RECORDS TO PROCESS: Begin
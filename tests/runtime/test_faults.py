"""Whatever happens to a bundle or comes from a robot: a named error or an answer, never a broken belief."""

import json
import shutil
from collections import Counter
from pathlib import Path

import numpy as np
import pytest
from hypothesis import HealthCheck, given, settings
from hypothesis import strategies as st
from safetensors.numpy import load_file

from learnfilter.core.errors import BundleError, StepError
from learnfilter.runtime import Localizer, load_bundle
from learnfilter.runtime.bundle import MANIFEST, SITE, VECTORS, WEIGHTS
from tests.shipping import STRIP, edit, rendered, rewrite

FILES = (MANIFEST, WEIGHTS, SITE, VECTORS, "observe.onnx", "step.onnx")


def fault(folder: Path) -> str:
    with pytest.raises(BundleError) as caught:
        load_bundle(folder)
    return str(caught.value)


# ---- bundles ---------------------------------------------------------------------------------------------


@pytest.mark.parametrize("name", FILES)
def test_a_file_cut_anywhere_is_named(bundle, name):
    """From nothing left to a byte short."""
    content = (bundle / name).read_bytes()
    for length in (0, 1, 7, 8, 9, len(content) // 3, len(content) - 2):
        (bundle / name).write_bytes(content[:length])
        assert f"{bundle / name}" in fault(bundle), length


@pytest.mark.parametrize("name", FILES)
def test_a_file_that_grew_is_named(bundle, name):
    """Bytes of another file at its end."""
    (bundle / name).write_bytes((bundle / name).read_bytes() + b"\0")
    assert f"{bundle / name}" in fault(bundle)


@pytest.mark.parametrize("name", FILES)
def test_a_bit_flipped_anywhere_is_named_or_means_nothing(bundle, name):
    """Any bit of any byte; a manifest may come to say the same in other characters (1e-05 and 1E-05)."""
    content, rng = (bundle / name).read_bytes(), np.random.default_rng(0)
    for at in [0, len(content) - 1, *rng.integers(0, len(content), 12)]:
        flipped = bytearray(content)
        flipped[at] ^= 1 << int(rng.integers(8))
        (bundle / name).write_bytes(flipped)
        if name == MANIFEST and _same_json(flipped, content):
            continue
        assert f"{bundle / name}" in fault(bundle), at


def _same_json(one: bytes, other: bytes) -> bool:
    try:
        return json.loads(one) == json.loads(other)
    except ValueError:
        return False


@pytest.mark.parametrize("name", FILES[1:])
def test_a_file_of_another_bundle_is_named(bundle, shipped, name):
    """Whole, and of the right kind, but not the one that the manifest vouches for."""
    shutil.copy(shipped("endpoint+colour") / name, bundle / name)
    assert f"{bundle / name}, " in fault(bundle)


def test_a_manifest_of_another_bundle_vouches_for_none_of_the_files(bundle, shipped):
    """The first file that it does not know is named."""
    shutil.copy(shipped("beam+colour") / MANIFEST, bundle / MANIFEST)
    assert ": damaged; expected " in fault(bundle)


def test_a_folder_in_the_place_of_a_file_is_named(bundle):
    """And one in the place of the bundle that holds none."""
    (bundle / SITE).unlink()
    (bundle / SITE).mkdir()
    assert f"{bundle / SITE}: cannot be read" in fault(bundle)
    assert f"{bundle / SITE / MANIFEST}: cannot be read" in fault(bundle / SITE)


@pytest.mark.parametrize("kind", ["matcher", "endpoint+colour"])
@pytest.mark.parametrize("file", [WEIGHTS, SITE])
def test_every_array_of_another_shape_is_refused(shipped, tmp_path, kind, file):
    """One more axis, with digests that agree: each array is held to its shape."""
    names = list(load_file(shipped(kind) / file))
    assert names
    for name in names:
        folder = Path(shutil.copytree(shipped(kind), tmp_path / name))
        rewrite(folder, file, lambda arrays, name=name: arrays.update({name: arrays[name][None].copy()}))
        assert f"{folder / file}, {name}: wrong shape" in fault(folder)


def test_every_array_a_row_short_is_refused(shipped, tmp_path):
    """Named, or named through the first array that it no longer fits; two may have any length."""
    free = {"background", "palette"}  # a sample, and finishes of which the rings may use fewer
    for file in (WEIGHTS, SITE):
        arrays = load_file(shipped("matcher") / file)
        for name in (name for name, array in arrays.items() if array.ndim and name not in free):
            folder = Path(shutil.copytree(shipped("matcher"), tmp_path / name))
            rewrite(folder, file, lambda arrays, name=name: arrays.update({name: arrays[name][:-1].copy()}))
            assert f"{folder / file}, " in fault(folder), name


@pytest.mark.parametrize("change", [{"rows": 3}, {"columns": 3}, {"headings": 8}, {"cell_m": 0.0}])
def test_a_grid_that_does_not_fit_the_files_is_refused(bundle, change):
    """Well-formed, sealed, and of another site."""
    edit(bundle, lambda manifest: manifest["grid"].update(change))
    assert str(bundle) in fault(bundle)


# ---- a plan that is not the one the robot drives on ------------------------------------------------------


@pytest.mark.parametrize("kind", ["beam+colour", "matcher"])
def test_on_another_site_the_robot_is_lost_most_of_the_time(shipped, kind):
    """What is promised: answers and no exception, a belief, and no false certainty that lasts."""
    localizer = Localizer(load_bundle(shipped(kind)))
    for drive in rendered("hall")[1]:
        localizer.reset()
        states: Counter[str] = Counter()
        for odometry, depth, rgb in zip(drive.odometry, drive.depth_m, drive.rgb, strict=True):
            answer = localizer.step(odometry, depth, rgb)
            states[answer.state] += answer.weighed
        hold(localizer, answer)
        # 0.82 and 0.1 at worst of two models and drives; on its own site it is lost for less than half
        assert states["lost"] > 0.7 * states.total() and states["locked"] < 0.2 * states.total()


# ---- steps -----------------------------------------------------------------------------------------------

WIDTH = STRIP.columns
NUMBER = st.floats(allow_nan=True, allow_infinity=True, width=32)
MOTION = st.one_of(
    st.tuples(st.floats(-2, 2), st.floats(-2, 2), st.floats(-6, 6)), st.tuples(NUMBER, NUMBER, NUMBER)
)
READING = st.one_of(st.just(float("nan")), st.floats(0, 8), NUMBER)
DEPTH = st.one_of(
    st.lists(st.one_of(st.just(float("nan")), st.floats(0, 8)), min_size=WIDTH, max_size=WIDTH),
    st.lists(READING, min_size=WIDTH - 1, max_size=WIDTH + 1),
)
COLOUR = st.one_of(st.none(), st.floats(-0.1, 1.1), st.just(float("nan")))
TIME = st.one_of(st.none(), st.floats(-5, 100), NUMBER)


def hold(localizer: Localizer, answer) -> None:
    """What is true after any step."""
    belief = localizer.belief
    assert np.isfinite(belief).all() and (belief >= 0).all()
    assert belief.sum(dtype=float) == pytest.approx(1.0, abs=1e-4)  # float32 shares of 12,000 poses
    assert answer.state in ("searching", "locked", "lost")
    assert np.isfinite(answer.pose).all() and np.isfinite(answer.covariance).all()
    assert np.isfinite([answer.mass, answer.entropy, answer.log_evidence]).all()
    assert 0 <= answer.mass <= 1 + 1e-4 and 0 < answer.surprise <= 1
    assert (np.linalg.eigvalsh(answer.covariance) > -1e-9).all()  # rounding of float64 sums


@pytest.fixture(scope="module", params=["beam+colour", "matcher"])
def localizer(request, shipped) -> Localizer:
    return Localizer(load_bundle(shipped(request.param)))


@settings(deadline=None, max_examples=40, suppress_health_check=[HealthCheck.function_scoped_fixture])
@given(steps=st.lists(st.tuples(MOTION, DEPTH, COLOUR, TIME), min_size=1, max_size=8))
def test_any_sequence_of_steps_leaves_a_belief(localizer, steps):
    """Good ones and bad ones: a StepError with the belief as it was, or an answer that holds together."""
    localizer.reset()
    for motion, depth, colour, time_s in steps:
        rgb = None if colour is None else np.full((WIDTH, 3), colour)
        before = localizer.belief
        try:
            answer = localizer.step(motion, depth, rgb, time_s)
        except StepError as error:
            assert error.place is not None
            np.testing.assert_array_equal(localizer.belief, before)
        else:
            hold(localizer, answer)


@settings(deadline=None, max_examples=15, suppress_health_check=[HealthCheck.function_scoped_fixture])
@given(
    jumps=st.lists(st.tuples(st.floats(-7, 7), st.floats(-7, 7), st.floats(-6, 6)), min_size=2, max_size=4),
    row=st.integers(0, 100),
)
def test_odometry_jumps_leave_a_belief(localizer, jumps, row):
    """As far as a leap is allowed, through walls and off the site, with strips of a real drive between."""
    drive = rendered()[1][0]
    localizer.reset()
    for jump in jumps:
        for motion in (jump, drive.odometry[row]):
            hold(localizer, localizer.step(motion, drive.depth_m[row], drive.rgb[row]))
RECORDS TO PROCESS: End
RECORDS TO PROCESS: Begin
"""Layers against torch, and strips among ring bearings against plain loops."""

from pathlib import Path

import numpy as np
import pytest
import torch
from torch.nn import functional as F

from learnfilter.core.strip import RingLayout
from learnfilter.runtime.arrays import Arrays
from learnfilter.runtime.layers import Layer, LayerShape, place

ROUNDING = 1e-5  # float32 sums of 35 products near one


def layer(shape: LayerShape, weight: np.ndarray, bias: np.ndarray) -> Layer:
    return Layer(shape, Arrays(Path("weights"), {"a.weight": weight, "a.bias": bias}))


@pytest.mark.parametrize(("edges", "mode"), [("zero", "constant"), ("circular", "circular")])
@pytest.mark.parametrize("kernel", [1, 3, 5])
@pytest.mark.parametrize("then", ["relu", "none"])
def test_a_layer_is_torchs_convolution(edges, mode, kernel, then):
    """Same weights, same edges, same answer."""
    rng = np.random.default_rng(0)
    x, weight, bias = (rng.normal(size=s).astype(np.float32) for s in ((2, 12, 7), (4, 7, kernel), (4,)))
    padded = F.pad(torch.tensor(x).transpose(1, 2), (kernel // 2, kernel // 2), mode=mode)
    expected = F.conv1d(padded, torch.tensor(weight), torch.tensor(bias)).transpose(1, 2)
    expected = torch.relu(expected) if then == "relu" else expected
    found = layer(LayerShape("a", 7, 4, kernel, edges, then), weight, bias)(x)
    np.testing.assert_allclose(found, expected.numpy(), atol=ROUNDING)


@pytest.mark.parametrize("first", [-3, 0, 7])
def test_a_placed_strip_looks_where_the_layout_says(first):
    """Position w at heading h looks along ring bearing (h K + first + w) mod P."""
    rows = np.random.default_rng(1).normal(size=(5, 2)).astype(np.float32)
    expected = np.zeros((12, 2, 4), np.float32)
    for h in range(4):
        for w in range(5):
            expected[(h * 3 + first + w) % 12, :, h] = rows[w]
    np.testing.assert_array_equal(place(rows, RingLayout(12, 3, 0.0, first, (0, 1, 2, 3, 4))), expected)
RECORDS TO PROCESS: End
* WORK REQUEST:
Start with the line above that contains "for jump in" and end with the line that contains "localizer.step(motion, drive.depth_m[row], drive.rgb[row]))". Write out those lines exactly, and only those.

* SOLUTION BELOW:
    for jump in jumps:
        for motion in (jump, drive.odometry[row]):
            hold(localizer, localizer.step(motion, drive.depth_m[row], drive.rgb[row]))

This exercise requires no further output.